↓
"""The section's own axes on the member. Orientation "major": the section's axes are the member's.
"minor": the section is turned a quarter turn, so its axes (y_s along its depth, z_s across) are
(member z, -member y): Vy_s = Vz, Vz_s = -Vy, My_s = Mz, Mz_s = -My (forces in N, moments in N*m).
"""

from __future__ import annotations

import numpy as np


def to_section_axes(actions: np.ndarray, orientation: str) -> np.ndarray:
    """Actions in the section's own axes (identity for "major"; quarter turn for "minor")."""
    if orientation != "minor":
        return actions
    turned = actions.copy()
    turned[..., 1], turned[..., 2] = actions[..., 2], -actions[..., 1]
    turned[..., 4], turned[..., 5] = actions[..., 5], -actions[..., 4]
    return turned


def to_member_axes(actions: np.ndarray, orientation: str) -> np.ndarray:
    """The inverse of to_section_axes: actions in the section's axes back in the member's."""
    if orientation != "minor":
        return actions
    out = actions.copy()
    out[..., 2], out[..., 1] = actions[..., 1], -actions[..., 2]
    out[..., 5], out[..., 4] = actions[..., 4], -actions[..., 5]
    return out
↑
> EXERCISE OBJECTIVE
Gather, from the listing above, every line carrying the word "minor".

> ANSWER SECTION
"minor": the section is turned a quarter turn, so its axes (y_s along its depth, z_s across) are
    """Actions in the section's own axes (identity for "major"; quarter turn for "minor")."""
    if orientation != "minor":
    if orientation != "minor":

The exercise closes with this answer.